Dear Cantsin, I'm the black light in the pure white colours and my blood keeps flowing, flowing. It was nice to see you and talk about revolution. I want to die in the tv. Your immortal friend, Cantsin.
6/9/84 Neoist Embassy, Montreal, Canada.
Dear Cantsin, every five minutes we need a new solution, we are alive and do our best for total freedom. Get ready for the next six years. Oh yes, in the blue endless skies a flaming iron flies. The record is out very soon. Mass Media. Every five minutes we need a new robot and more more more. More Monty Cantsin and Six Finger Club and more Smile. More more more. Every five minutes we must eat a brain. Your immortal friend, Monty
September 84 San Antonio, Texas.
Dear Monty, or Cantsin if you prefer. Monty (or maybe he's not calling himself that now?!). I remember once in Portland Oregon he went around for several days calling himself Christ and going toot toot but this turned out to be the botulism he'd contracted from Cantsin's clams casino surprise which surprised all of us who'd eaten it. I myself went around for several days thinking my hair had turned white overnight when in reality it had all fallen out. Cantsin.
9/11/84 Beograd, Yugoslavia.
Dear Monty Cantsin or Christ or Son of God. OK, who are you, or are you who? If you're Monty Cantsin, you must remind our meeting at Monty Cantsin's home, later at my home. We did a performance video show at my home (Blood Is Gold). Next days I organised big mixed media programme and exhibition called World's Artists Family at the Beograd Cultural Centre Gallery. Best wishes, Monty Cantsin.
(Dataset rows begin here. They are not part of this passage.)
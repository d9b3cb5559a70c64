import { describe, expect, it } from 'vitest';
import {
  attachmentHeader,
  downloadName,
  sanitiseFileName,
  storedPath,
} from '../../../../server/services/storage';

// Pure helpers of the files routes (server/services/storage.ts), kept beside the route tests.
describe('plan file names', () => {
  it('drops folders, control and reserved characters and leading dots', () => {
    expect(sanitiseFileName('../../etc/passwd')).toBe('passwd');
    expect(sanitiseFileName('C:\\plans\\roof.pdf')).toBe('roof.pdf');
    expect(sanitiseFileName('a\u0000b\u0007c <d>:"e"|?*.png')).toBe('abc de.png');
    expect(sanitiseFileName('..hidden.pdf')).toBe('hidden.pdf');
    expect(sanitiseFileName('  \u202Egpj.exe  ')).toBe('gpj.exe');
    expect(sanitiseFileName('...')).toBe('plan');
  });

  it('keeps at most 200 characters and the extension', () => {
    const long = `${'x'.repeat(300)}.pdf`;
    const safe = sanitiseFileName(long);
    expect(safe).toHaveLength(200);
    expect(safe.endsWith('.pdf')).toBe(true);
  });

  it('adds the real type to a download name that claims another', () => {
    expect(downloadName('plan.pdf', 'image/png')).toBe('plan.pdf.png');
    expect(downloadName('photo.JPEG', 'image/jpeg')).toBe('photo.JPEG');
    expect(downloadName('plan.pdf', 'application/pdf')).toBe('plan.pdf');
  });

  it("encodes a download name per RFC 8187 (UTF-8, percent-encoded, ' ( ) * escaped too)", () => {
    expect(attachmentHeader("Bob's (1).pdf")).toBe(
      "attachment; filename*=UTF-8''Bob%27s%20%281%29.pdf",
    );
  });

  it('reaches the disk only through names of its own making', () => {
    expect(() => storedPath('../../secret.pdf')).toThrow();
    expect(() => storedPath('0b7c5a0e-1c2d-4e5f-8a9b-0c1d2e3f4a5b.exe')).toThrow();
    expect(storedPath('0b7c5a0e-1c2d-4e5f-8a9b-0c1d2e3f4a5b.pdf')).toMatch(/\.pdf$/);
  });
});
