import type { LumberPlanBody, LumberPlanSection } from '../../../shared/api/lumberPlan';
import { outOfDateText, type OutOfDateReason } from '../../../shared/api/shopPlan';
import { formatFeetInches } from '../../../shared/engine/format';
import { mm, MM_PER_INCH } from '../../../shared/engine/units';
import { openDocument, pageFooters } from '../quotePdf/document';
import { contentBottom, paragraph, textAt } from '../quotePdf/text';
import { COLORS, MARGIN, type Doc } from '../quotePdf/theme';

const inches = (v: number) => formatFeetInches(mm(v * MM_PER_INCH));
const money = (v: number) =>
  `$${v.toLocaleString('en-US', { minimumFractionDigits: 2, maximumFractionDigits: 2 })}`;
const BAR_H = 16;
const ROW_H = 30;

/** The plan's headline: at most X % above the least possible cost (or proven least). */
export function boundText(p: NonNullable<LumberPlanSection['plan']>) {
  return p.optimal || p.gapPercent === 0
    ? 'the least possible cost (proven)'
    : `at most ${p.gapPercent.toFixed(2)} % above the least possible cost`;
}

function section(doc: Doc, s: LumberPlanSection, y: number, newPage: () => number) {
  const w = doc.page.width - 2 * MARGIN.side;
  if (y + 90 > contentBottom(doc)) y = newPage();
  textAt(doc, s.lumber, MARGIN.side, y, { font: 'bold', size: 12 });
  textAt(doc, `${s.pieceCount} pieces`, MARGIN.side, y + 2, {
    size: 9,
    color: COLORS.muted,
    width: w,
    align: 'right',
  });
  y += 18;
  const p = s.plan;
  if (!p) {
    return paragraph(doc, s.error?.message ?? 'No plan.', MARGIN.side, y, w) + 14;
  }
  const facts = [
    `${p.boardCount} boards`,
    `${p.boardFeet.toFixed(1)} board ft`,
    money(p.totalCost),
    `waste ${p.wastePercent.toFixed(1)} %`,
    boundText(p),
  ];
  y = paragraph(doc, facts.join('  ·  '), MARGIN.side, y, w) + 2;
  const ffd = p.firstFitDecreasing;
  if (ffd) {
    y =
      paragraph(
        doc,
        `First-fit decreasing would use ${ffd.boardCount} boards for ${money(ffd.totalCost)} (waste ${ffd.wastePercent.toFixed(1)} %): this plan saves ${money(ffd.totalCost - p.totalCost)}.`,
        MARGIN.side,
        y,
        w,
      ) + 2;
  }
  y =
    paragraph(
      doc,
      `Pull: ${p.byStock.map((b) => `${b.count} × ${b.lengthFt} ft`).join(', ')}`,
      MARGIN.side,
      y,
      w,
    ) + 8;
  const longest = Math.max(...p.boards.map((b) => b.lengthFt));
  const barW = w - 50;
  for (const b of p.boards) {
    if (y + ROW_H > contentBottom(doc)) y = newPage();
    textAt(doc, `× ${b.count}`, MARGIN.side, y + 4, { font: 'bold', size: 9 });
    const x0 = MARGIN.side + 50;
    const scale = barW / (longest * 12);
    const full = b.lengthFt * 12 * scale;
    doc.rect(x0, y, full, BAR_H).fillColor(COLORS.band).fill();
    let x = x0;
    for (const piece of b.pieces) {
      const pw = piece.lengthIn * scale;
      doc.rect(x, y, pw, BAR_H).lineWidth(0.6).fillAndStroke('#dbe7f0', COLORS.accent);
      textAt(doc, `${piece.mark} ${inches(piece.lengthIn)}`, x + 2, y + 4.5, {
        size: 6.5,
        width: pw - 4,
      });
      x += pw;
    }
    doc.rect(x0, y, full, BAR_H).lineWidth(0.6).strokeColor(COLORS.dim).stroke();
    textAt(doc, `${b.lengthFt} ft stock  ·  offcut ${inches(b.offcutIn)}`, x0, y + BAR_H + 2, {
      size: 6.5,
      color: COLORS.muted,
    });
    y += ROW_H;
  }
  return y + 10;
}

/** The lumber plan on paper: per lumber, boards to pull and what to cut, drawn to scale. */
export function renderLumberPlanPdf(
  plan: LumberPlanBody,
  meta: { plantName: string; madeAt: string | null; outOfDate: readonly OutOfDateReason[] },
): Promise<Buffer> {
  const { doc, done } = openDocument({
    size: 'LETTER',
    info: { Title: `Lumber plan ${plan.orderNumber}`, Author: meta.plantName },
  });
  const newPage = () => {
    doc.addPage();
    return MARGIN.top;
  };
  const w = doc.page.width - 2 * MARGIN.side;
  textAt(doc, `Lumber plan — order ${plan.orderNumber}`, MARGIN.side, MARGIN.top, {
    font: 'bold',
    size: 16,
  });
  let y = paragraph(
    doc,
    `${meta.plantName}  ·  kerf ${plan.kerfIn} in, end trim ${plan.trimIn} in per board  ·  ` +
      `${plan.totals.boardCount} boards, ${money(plan.totals.totalCost)} (lower bound ${money(plan.totals.lowerBound)})` +
      (meta.madeAt ? `  ·  Made ${meta.madeAt.slice(0, 16).replace('T', ' ')} UTC` : '') +
      (meta.outOfDate.length > 0 ? `  ·  OUT OF DATE: ${outOfDateText(meta.outOfDate)}` : '') +
      (plan.demoStock ? '  ·  Demo stock lengths and prices (invented).' : ''),
    MARGIN.side,
    MARGIN.top + 24,
    w,
    { color: COLORS.muted },
  );
  y += 12;
  for (const s of plan.sections) y = section(doc, s, y, newPage);
  if (y + 60 > contentBottom(doc)) y = newPage();
  for (const c of plan.cautions)
    y = paragraph(doc, c, MARGIN.side, y, w, { size: 7.5, color: COLORS.muted }) + 2;
  pageFooters(doc, `${meta.plantName}  ·  Lumber plan ${plan.orderNumber}`);
  doc.end();
  return done;
}
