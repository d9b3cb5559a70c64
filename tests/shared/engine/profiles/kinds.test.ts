import { describe, expect, it } from 'vitest';
import { PROFILE_KINDS } from '../../../../shared/engine/profiles/index';

describe('PROFILE_KINDS', () => {
  it('lists every kind once with a label and a one-line description', () => {
    expect(PROFILE_KINDS.map((k) => k.kind).sort()).toEqual([
      'doubleFink',
      'fan',
      'fink',
      'flat',
      'howe',
      'kingPost',
      'mono',
      'queenPost',
      'scissor',
    ]);
    for (const k of PROFILE_KINDS) {
      expect(k.label.length).toBeGreaterThan(0);
      expect(k.description).not.toMatch(/\n/);
    }
  });
});
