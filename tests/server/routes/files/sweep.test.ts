import { describe, expect, it } from 'vitest';
import { existsSync, utimesSync, writeFileSync } from 'node:fs';
import { join } from 'node:path';
import { testApp } from '../../../support/db';
import { sweepPartialUploads, uploadTempDir } from '../../../../server/services/storage';
import { useTempUploadDir } from './fixtures';

useTempUploadDir();

/** A half-written upload in the temp folder, last written `ageMs` ago. */
function partial(name: string, ageMs: number) {
  const path = join(uploadTempDir(), name);
  writeFileSync(path, 'half a plan');
  const when = new Date(Date.now() - ageMs);
  utimesSync(path, when, when);
  return path;
}

describe('partial uploads left by a killed process', () => {
  it('are swept when an app starts; a recent one (another server may be receiving it) stays', async () => {
    const stale = partial('0b6f8f9e-0000-4000-8000-000000000001.part', 3 * 60 * 60 * 1000);
    const fresh = partial('0b6f8f9e-0000-4000-8000-000000000002.part', 1000);
    const other = partial('notes.txt', 3 * 60 * 60 * 1000);
    testApp();
    await expect.poll(() => existsSync(stale)).toBe(false);
    expect(existsSync(fresh)).toBe(true);
    expect(existsSync(other)).toBe(true);
    expect(await sweepPartialUploads(0)).toEqual(['0b6f8f9e-0000-4000-8000-000000000002.part']);
  });
});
20/11/84 Eugene, Oregon, USA.
Dear Monty or Christ. Are you the same Monty Cantsin who came here to Eugene in 1979 and painted yer moustache red with poster paint and came to the big party we held and the FOAMLORDS, then a fledgling failure played? I don't think you are actually. I think that you're an impostor. Don't laugh, I know! I got pretty much to be Monty Cantsin for awhile there myself. Anyway, he was an OK kinda guy so I figure any Monty Cantsin is OK by me. The Monty Cantsin fellow was from Czechoslovakia or somewhere and watched me have sex with my girlfriend on the floor. Fortunately it was my girlfriend and my floor. Monty Cantsin.
24/11/84 Crater Baltimore, USA.
Monty, the concept of Monty Cantsin. Monty Cantsin is a name chosen/invented by Monty Cantsin to refer to an international star who can be anyone. The name is fixed, the people using it aren't. Monty Cantsin.